> **Task goal**: Tally the lines containing "syncError" in this data. Respond with the tally alone.
****
describe('content sync', () => {
  it('loads the six areas, at least four lessons each, and a blueprint per area', async () => {
    const areas = await t.knex('areas').orderBy('sort_order').select('*');
    expect(areas.map((a) => a.id)).toEqual([...AREA_IDS]);
    expect(areas.every((a) => a.validity_months === 36)).toBe(true);
    const lessons = await t.knex('lessons').whereNull('retired_at').select('*');
    expect(lessons.length).toBeGreaterThanOrEqual(24);
    for (const id of AREA_IDS) expect(lessons.filter((l) => l.area_id === id).length, id).toBeGreaterThanOrEqual(4);
    expect(await t.knex('exam_blueprints').pluck('area_id')).toEqual(expect.arrayContaining([...AREA_IDS]));
  });

  it('renders Markdown and maths on the server and points diagrams at the asset route', async () => {
    const lesson = await lessonRow(t.knex, 'flow-moisture', 'site-and-traverse-points');
    expect(lesson.slug).toBe('site-and-traverse-points');
    expect(lesson.file_name).toBe('01-site-and-traverse-points.md');
    expect(lesson.body_html).toContain('class="katex');
    expect(lesson.body_html).not.toContain('$$');
    expect(lesson.body_html).toContain('src="/api/content/assets/traverse-circular.svg"');
    expect(lesson.body_html).not.toMatch(/src="assets\//);
    // The page prints the title itself, so the body's own leading heading is dropped.
    expect(lesson.body_html).not.toMatch(/^<h1>/);
  });

  it('changes nothing when run twice', async () => {
    const before = await snapshot(t.knex);
    const report = await syncContent(t.knex);
    expect(report.lessons).toMatchObject({ inserted: 0, revised: 0, updated: 0, retired: 0 });
    expect(report.areas).toEqual({ inserted: 0, updated: 0 });
    expect(report.blueprints).toMatchObject({ inserted: 0, updated: 0 });
    expect(await snapshot(t.knex)).toEqual(before);
  });

  it('gives an edited lesson a new version under the same id and keeps the progress on it', async () => {
    const before = await lessonRow(t.knex, 'flow-moisture', 'site-and-traverse-points');
    expect((await crew.post(`/api/lessons/${before.id}/complete`)).status).toBe(200);
    const edited = contentCopy((dir) => editFile(dir, FIRST_FLOW_LESSON, (text) => text.replace('Gas does not move through a stack', 'Flue gas does not move through a stack')));
    const report = await syncContent(t.knex, edited);
    expect(report.lessons.revised).toBe(1);

    const after = await lessonRow(t.knex, 'flow-moisture', 'site-and-traverse-points');
    expect(after.id).toBe(before.id);
    expect(after.version).toBe(before.version + 1);
    expect(after.body_html).toContain('Flue gas does not move');
    const progress = await t.knex('lesson_progress').where({ user_id: crewUserId, lesson_id: before.id }).first();
    expect(progress.completed_version).toBe(before.version);

    const opened = await crew.get(`/api/lessons/${before.id}`).expect(200);
    expect(opened.body.progress).toMatchObject({ status: 'completed', revisedSinceCompleted: true });
    expect((await crew.post(`/api/lessons/${before.id}/complete`)).status).toBe(200);
    expect((await t.knex('lesson_progress').where({ user_id: crewUserId, lesson_id: before.id }).first()).completed_version).toBe(after.version);

    await syncContent(t.knex);
    expect((await lessonRow(t.knex, 'flow-moisture', 'site-and-traverse-points')).version).toBe(after.version + 1);
  });

  it('keeps a lesson and its version when only its order prefix and position change', async () => {
    const before = await lessonRow(t.knex, 'flow-moisture', 'moisture-train');
    const moved = contentCopy((dir) => {
      const folder = path.join(dir, 'lessons/flow-moisture');
      fs.renameSync(path.join(folder, '04-moisture-train.md'), path.join(folder, '09-moisture-train.md'));
      editFile(dir, 'lessons/flow-moisture/09-moisture-train.md', (text) => text.replace(/^order: 4$/m, 'order: 9'));
    });
    await syncContent(t.knex, moved);
    const after = await lessonRow(t.knex, 'flow-moisture', 'moisture-train');
    expect(after).toMatchObject({ id: before.id, version: before.version, sort_order: 9, file_name: '09-moisture-train.md' });
    await syncContent(t.knex);
    expect(await lessonRow(t.knex, 'flow-moisture', 'moisture-train')).toMatchObject({ id: before.id, version: before.version, sort_order: 4 });
  });

  it('retires a lesson whose file disappears and brings it back with its id when the file returns', async () => {
    const before = await lessonRow(t.knex, 'ambient-conversions', 'oxidation-lifetimes');
    await syncContent(t.knex, contentCopy((dir) => fs.rmSync(path.join(dir, 'lessons/ambient-conversions/04-oxidation-lifetimes.md'))));
    expect((await lessonRow(t.knex, 'ambient-conversions', 'oxidation-lifetimes')).retired_at).not.toBeNull();
    await crew.get(`/api/lessons/${before.id}`).expect(404);
    const courses = await crew.get('/api/courses').expect(200);
    const ambient = courses.body.areas.find((a: { id: string }) => a.id === 'ambient-conversions');
    expect(ambient.lessons.map((l: { id: string }) => l.id)).not.toContain(before.id);

    await syncContent(t.knex);
    expect(await lessonRow(t.knex, 'ambient-conversions', 'oxidation-lifetimes')).toMatchObject({ id: before.id, version: before.version, retired_at: null });
  });

  it.each([
    ['a front matter field of the wrong type', FIRST_FLOW_LESSON, (s: string) => s.replace('minutes: 14', 'minutes: fourteen'), FIRST_FLOW_LESSON, 'front matter minutes'],
    ['a missing front matter field', FIRST_FLOW_LESSON, (s: string) => s.replace(/^title: .*\n/m, ''), FIRST_FLOW_LESSON, 'front matter title'],
    ['a misspelt front matter field', FIRST_FLOW_LESSON, (s: string) => s.replace('minutes: 14', 'minutes: 14\nminuets: 14'), FIRST_FLOW_LESSON, 'front matter minuets'],
    ['an area that does not match the folder', FIRST_FLOW_LESSON, (s: string) => s.replace('area: flow-moisture', 'area: particulate'), FIRST_FLOW_LESSON, 'front matter area'],
    ['a drill of another area', FIRST_FLOW_LESSON, (s: string) => s.replace('drills: ["traverse-layout"]', 'drills: ["traverse-layout", "isokinetic-check"]'), FIRST_FLOW_LESSON, 'front matter drills.1'],
    ['a diagram that does not exist', FIRST_FLOW_LESSON, (s: string) => s.replace('assets/traverse-circular.svg', 'assets/no-such-diagram.svg'), FIRST_FLOW_LESSON, 'body image'],
    ['broken maths', FIRST_FLOW_LESSON, (s: string) => s.replace('D_e = \\frac{2LW}{L + W}', 'D_e = \\frac{2LW}{L + W'), FIRST_FLOW_LESSON, 'body maths'],
    ['a blueprint whose mix does not add up', 'blueprints/particulate.json', (s: string) => s.replace('"questionCount": 6', '"questionCount": 7'), 'blueprints/particulate.json', 'mix'],
    ['an area with an impossible validity', 'areas.json', (s: string) => s.replace('"validityMonths": 36', '"validityMonths": 0'), 'areas.json', '0.validityMonths'],
  ])('refuses %s, naming the file and field, and loads nothing', async (_label, file, change, expectedFile, expectedField) => {
    const dir = contentCopy((d) => {
      editFile(d, file, change);
      // A second, valid edit that must not be loaded either.
      editFile(d, 'lessons/particulate/02-isokinetic-sampling.md', (s) => s.replace(/^title: .*$/m, 'title: A title that must not load'));
    });
    const before = await snapshot(t.knex);
    const error = await syncError(t.knex, dir);
    expect(error.problems).toContainEqual(expect.objectContaining({ file: expectedFile, field: expectedField }));
    expect(error.message).toContain(`${expectedFile}: ${expectedField}:`);
    expect(await snapshot(t.knex)).toEqual(before);
  });

  it('loads nothing at all into an empty database when any file is broken', async () => {
    const db = await createTestDatabase();
    const knex = createDb(db.url, { min: 0, max: 4 });
    try {
      const broken = contentCopy((dir) => editFile(dir, 'lessons/monitor-audits/03-relative-accuracy.md', (s) => s.replace(/^order: 3$/m, 'order: -3')));
      const error = await syncError(knex, broken);
      expect(error.message).toContain('lessons/monitor-audits/03-relative-accuracy.md: front matter order: must be a whole number from 1 to 99');
      for (const table of ['areas', 'lessons', 'exam_blueprints']) expect((await knex(table).count('* as n'))[0].n, table).toBe(0);

      // Two processes starting at once: the advisory lock makes them take turns, so neither trips on the other's rows.
      const files = (await readContent()).lessons.length;
      const reports = await Promise.all([syncContent(knex), syncContent(knex)]);
      expect(reports.map((r) => r.lessons.inserted).sort((a, b) => a - b)).toEqual([0, files]);
      expect((await knex('lessons').count('* as n'))[0].n).toBe(files);
    } finally {
      await knex.destroy();
      await db.drop();
    }
  });
});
****
> **Answer**: 2